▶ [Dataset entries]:
import { ref } from 'vue'
import type { Ref } from 'vue'
import { messageOf } from '@/api/client'
import { whileLoading } from './whileLoading'

/** One page of a list as the server sends it. */
export interface Page<T> {
  rows: T[]
  total: number
}

/**
 * State of a list paged on the server, for a setup store: the rows of the current page, the
 * total, the page and its size, a loading flag and the last load's error.
 * @param fetch asks the API for one page; the store adds its own filters and sort
 * @param pageSize rows per page at first
 */
export function usePagedList<T extends { id: string }>(
  fetch: (paging: { page: number; pageSize: number }) => Promise<Page<T>>,
  pageSize = 25,
) {
  /** Rows of the current page. */
  const rows = ref([]) as Ref<T[]>
  /** Rows matching the filters, over all pages. */
  const total = ref(0)
  const page = ref(1)
  const size = ref(pageSize)
  /** True while a page is being fetched. */
  const isLoading = ref(false)
  /** Why the last fetch failed, or null. */
  const loadError = ref<string | null>(null)

  /** Fetches the current page; throws ApiError. */
  async function fetchPage() {
    try {
      const result = await whileLoading(isLoading, () =>
        fetch({ page: page.value, pageSize: size.value }),
      )
      rows.value = result.rows
      total.value = result.total
      loadError.value = null
    } catch (error) {
      loadError.value = messageOf(error)
      throw error
    }
  }

  /** Shows a saved row in place of the one with its id on this page; returns it. */
  function put(row: T) {
    rows.value = rows.value.map((r) => (r.id === row.id ? row : r))
    return row
  }

  /** Applies changed filters or sort from the first page. */
  async function search() {
    page.value = 1
    await fetchPage()
  }

  return { rows, total, page, pageSize: size, isLoading, loadError, fetchPage, search, put }
}
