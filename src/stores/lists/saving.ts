/**
 * An API call whose answer the store keeps: `keep` runs on the answer (puts it in a list,
 * refetches the list) before the call's promise settles, and the answer is returned.
 * @param call the API call, e.g. `customersApi.update`; its arguments pass through
 * @param keep what the store does with the answer; awaited when it returns a promise
 */
export function saving<A extends unknown[], T>(
  call: (...args: A) => Promise<T>,
  keep: (answer: T) => unknown,
): (...args: A) => Promise<T> {
  return async (...args) => {
    const answer = await call(...args)
    await keep(answer)
    return answer
  }
}
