import { ref } from 'vue'
import type { Ref } from 'vue'
import { whileLoading } from './whileLoading'

/**
 * One value a setup store fetches whole (a list, a summary), with its loading flag.
 * @param fetch asks the API for the value; it reads the store's filters itself
 * @param initial the value before the first fetch
 */
export function useFetched<T>(fetch: () => Promise<T>, initial: NoInfer<T>) {
  /** The last value fetched, or `initial`. */
  const data = ref(initial) as Ref<T>
  /** True while a fetch runs. */
  const isLoading = ref(false)

  /** Fetches the value again; throws ApiError and keeps the old value then. */
  async function load() {
    data.value = await whileLoading(isLoading, fetch)
  }

  return { data, isLoading, load }
}
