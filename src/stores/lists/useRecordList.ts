import { ref } from 'vue'
import type { Ref } from 'vue'
import { saving } from './saving'
import { whileLoading } from './whileLoading'

/** The calls of a resource whose whole list the browser keeps. */
export interface RecordListApi<T, C, U> {
  list(): Promise<T[]>
  create(input: C): Promise<T>
  update(id: string, input: U): Promise<T>
}

/**
 * A short list held whole and sorted in the browser (stations, users, defect codes, products),
 * for a setup store: each save puts the server's answer in its place, so no refetch is needed.
 * @param api the resource's list, create and update calls
 * @param sortKey the text the list is sorted by, e.g. a station's code
 */
export function useRecordList<T extends { id: string }, C, U>(
  api: RecordListApi<T, C, U>,
  sortKey: (record: T) => string,
) {
  /** Every record, sorted. */
  const rows = ref([]) as Ref<T[]>
  /** True while the list is being fetched. */
  const isLoading = ref(false)
  const bySortKey = (a: T, b: T) => sortKey(a).localeCompare(sortKey(b))

  /** Puts a record in its place, in place of the one with its id. */
  function put(record: T) {
    rows.value = [...rows.value.filter((r) => r.id !== record.id), record].sort(bySortKey)
  }

  /** Fetches every record; throws ApiError, the view decides how to show it. */
  async function fetchAll() {
    rows.value = (await whileLoading(isLoading, () => api.list())).sort(bySortKey)
  }

  /** Creates a record and keeps it in the list. */
  const create = saving((input: C) => api.create(input), put)
  /** Updates a record and puts the server's answer back in the list. */
  const update = saving((id: string, input: U) => api.update(id, input), put)

  return { rows, isLoading, put, fetchAll, create, update }
}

▶ [Assignment]: Scan the data above for the string "initial". Copy every line in which it appears.

▶ [Written answer]:
 * @param initial the value before the first fetch
export function useFetched<T>(fetch: () => Promise<T>, initial: NoInfer<T>) {
  /** The last value fetched, or `initial`. */
  const data = ref(initial) as Ref<T>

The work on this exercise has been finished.